**WHAT TO WORK ON**
Pick out every line in the data below that holds "given".

**DATA**
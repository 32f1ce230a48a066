import { describe, expect, it } from 'vitest'
import { isEasilyGuessed } from '../../../server/accounts/commonPassphrases'

describe('6.2.4 a passphrase that is tried first', () => {
  it.each([
    '123456789012',
    '210987654321',
    'passwordpassword',
    'Password1234',
    'p a s s w o r d 1 2 3 4',
    'qwertyuiop123',
    'aaaaaaaaaaaa',
    'abcabcabcabc',
    '1q2w3e4r5t6y',
    'letmein12345',
    'administrator1',
    'goodfooting123',
    'password!!!!!!!!',
  ])('is known: %s', (passphrase) => {
    expect(isEasilyGuessed(passphrase, [])).toBe(true)
  })

  it('is one’s own name or address, over and over', () => {
    expect(isEasilyGuessed('holmholmholm', ['Ines', 'Holm'])).toBe(true)
    expect(isEasilyGuessed('ines.holm.1234', ['ines', 'holm'])).toBe(true)
  })

  it.each([
    'gravel sand and a string',
    'first shovel in the ground',
    'ein Zaun um den Garten',
    'q9!xT4#pLm2z',
    'пять досок и молоток',
    '木の柵を三枚作ります今日は',
  ])('is not: %s', (passphrase) => {
    expect(isEasilyGuessed(passphrase, ['Ines', 'Holm', 'example', 'org'])).toBe(false)
  })
})
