import { describe, expect, it } from 'vitest'
import { answerOnce } from '../../../server/accounts/idempotency.service'
import { AppError } from '../../../server/errors'
import { createUser } from '../../support/factories'

const long = 'x'.repeat(120)

function countingWork() {
  let done = 0
  const work = async () => ({ status: 201, response: { number: ++done } })
  return { work }
}

describe('a write that is sent again', () => {
  it('2.3.3 is done once by fifty copies at once, which all hear the same', async () => {
    const { id: userId } = await createUser()
    const { work } = countingWork()
    const copy = { userId, route: 'POST things', key: 'fifty-copies', payload: { a: 1 } }
    const given = await Promise.all(Array.from({ length: 50 }, () => answerOnce(copy, work)))
    expect(given.filter(({ isFirst }) => isFirst)).toHaveLength(1)
    expect(new Set(given.map(({ response }) => JSON.stringify(response))).size).toBe(1)
  })

  it('is known however long its route is, and told apart from its neighbour', async () => {
    const { id: userId } = await createUser()
    const { work } = countingWork()
    const write = (route: string) =>
      answerOnce({ userId, route, key: 'long-route', payload: {} }, work)
    const first = await write(`POST ${long}/one`)
    expect(await write(`POST ${long}/one`)).toEqual({ ...first, isFirst: false })
    expect((await write(`POST ${long}/two`)).isFirst).toBe(true)
  })

  it('8.2.2 is nobody else’s: the same key of another person is another write', async () => {
    const [one, two] = [await createUser(), await createUser()]
    const { work } = countingWork()
    const write = (userId: number) =>
      answerOnce({ userId, route: 'POST things', key: 'same-key-of-two', payload: {} }, work)
    expect((await write(one.id)).isFirst).toBe(true)
    expect((await write(two.id)).isFirst).toBe(true)
  })

  it('is refused when its key was used for something else, and when it has none', async () => {
    const { id: userId } = await createUser()
    const { work } = countingWork()
    const write = (key: string | undefined, payload: unknown) =>
      answerOnce({ userId, route: 'POST things', key, payload }, work).catch((error: unknown) =>
        error instanceof AppError ? error.status : 0,
      )
    await write('one-for-all', 1)
    expect(await write('one-for-all', 2)).toBe(422)
    for (const key of [undefined, '', 'short', 'with space in it', 'x'.repeat(65), 'añadido-ñ']) {
      expect(await write(key, 1)).toBe(400)
    }
  })

  it('leaves nothing behind when the work fails', async () => {
    const { id: userId } = await createUser()
    const copy = { userId, route: 'POST things', key: 'fails-at-first', payload: {} }
    await expect(
      answerOnce(copy, () => Promise.reject(new Error('in the middle'))),
    ).rejects.toThrow('in the middle')
    expect((await answerOnce(copy, countingWork().work)).isFirst).toBe(true)
  })
})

**RESPONSE BOX**
    const given = await Promise.all(Array.from({ length: 50 }, () => answerOnce(copy, work)))
    expect(given.filter(({ isFirst }) => isFirst)).toHaveLength(1)
    expect(new Set(given.map(({ response }) => JSON.stringify(response))).size).toBe(1)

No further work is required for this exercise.